Eye For Film >> Movies >> ¡Vivan las Antipodas! (2011) Film Review
¡Vivan las Antipodas!
Reviewed by: Amber Wilkinson
With its beautifully captured nature photography and humanist sensibilities, Victor Kossakovsky's documentary is a visual and emotional treat that celebrates both the world's natural landscapes and those who walk upon them.
The conceit of the film is to consider antipodal populated points on the earth's surface - places that, if you were to stick a giant knitting needle through the world, are directly opposite one another and which are a lot rarer than you might think because of the size of our oceans. Notably, it begins with a quote from Alice In Wonderland, indicating from the outset that this is going to be a good deal more quirky than your average slice of National Geographic 'nature porn'.
Abel and Orlando Perez are brothers who mind a bridge in the pastoral countryside of Entre Rios, Argentina, charging those who come over a small fee for the privilege. Obviously aware of the idea behind the film - yet seemingly unaffected by the presence of Kossakovsky's camera - they consider their antipodal opposite of Shanghai, China. Philosophy, it seems, is the perfect side-line for a bridge-keeper.

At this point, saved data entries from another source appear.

"""From price files to the aligned daily table a model fit takes.

:func:`prepare_daily` turns intraday prices or bars into one row per session day with
returns and realized and range-based measures; :func:`prepare_from_daily` does the same for
daily bars or closes; :func:`prepare_file` reads a file, does either and writes the table
(this is the whole job of the ``smle prepare`` command); :func:`write_daily` and
:func:`read_daily_table` store and load a table.

The table is indexed by ``date`` (the session's calendar date in the venue's time zone) and
its columns carry their units (see :mod:`smle.data.units`); with the default unit:

* ``return_pct``: close-to-close log return, percent.
* ``overnight_return_pct``: previous close to today's open, percent.
* ``session_return_pct``: today's open to close, percent (the two add up to ``return_pct``).
* ``realized_variance_pct2``, ``bipower_variation_pct2``,
  ``subsampled_realized_variance_pct2``: over the session, percent squared.
* ``parkinson_pct2``, ``garman_klass_pct2``, ``rogers_satchell_pct2``: from the session's
  open, high, low and close, percent squared.
* ``n_observations``: intraday rows inside the session.

With ``add_overnight=True`` every variance gets the squared overnight return added and its
name the part ``_whole_day`` (``realized_variance_whole_day_pct2``). The first session day
only supplies a previous close and is not a row. ``attrs`` states units, interval, session,
time zone, the number of rows outside the session, and ``repairs``.
"""

from __future__ import annotations

import json
import logging
from pathlib import Path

"I'm like a washing machine," says one. "Any woman can push my buttons." Later they muse on the fact that it's "China's turn to run the planet."
Shanghai is, of course, thousands of miles from this - both physically and figuratively - but despite the 'antipodal' set up, and the huge physical difference between the countryside of Argentina and the Chinese city, Kossakovsky's film suggests a certain level of common ground in terms of broader humanity.
Also captured are the antipodal opposites of Patagonia, Chile, where a sheep farmer attempts to herd cats and addresses his flock by individual names, and the equally rural Lake Baikal, in Russia, where a woman and her daughter go about their daily business. Meanwhile, the constantly changing, dramatic volcanic landscapes of Big Island, Hawaii, come complete with the tiny drama of a man and a lost dog and are paired with a remote town in Botswana, where the main concern seems to be whether or not the local lions will eat the village pets.
Completing the set, are the bucolic and people-free environment of Milaflores, Spain, contrasted with a beach in Castle Point, New Zealand, where a clean-up operation is literally facing a whale of a problem.
Kossakovsky takes his time to drink in the visuals and uses his camera creatively to transport us from place to place. The film is reflective in both senses of the word - sometimes we seem to slip through the earth, so that Shanghai is presented to us topsy-turvy, at others, a split image is used to provide close consideration comparisons.
The music, scored by Alexander Popov, also revels in contrast, with Kossakovsky blending its use with the diagetic sounds of life in the various regions to present a moving portrait - from a single, long take of a bird in flight over the mountains and the sounds of a choir that the Russian mum is part of to the majestic sight of lava spilling across Hawaii and the simultaneously comical and melancholic attempts to remove the dead whale from Castle Point beach.
Kossakovsky's film is contemplative and, like Denis Cote's consideration of man's relationship with animals, Bestiaire, it is as much about what each viewer brings to the film as about the images presented. And although it adopts a stately pace, ¡Vivan las Antipodas! is never dull, thanks mostly to Kossakovsky's constant inventiveness, always offering fresh perspectives, either through the physical angle of shooting or through the interesting juxtaposition of life on either side of the planet. See it on the biggest screen you can.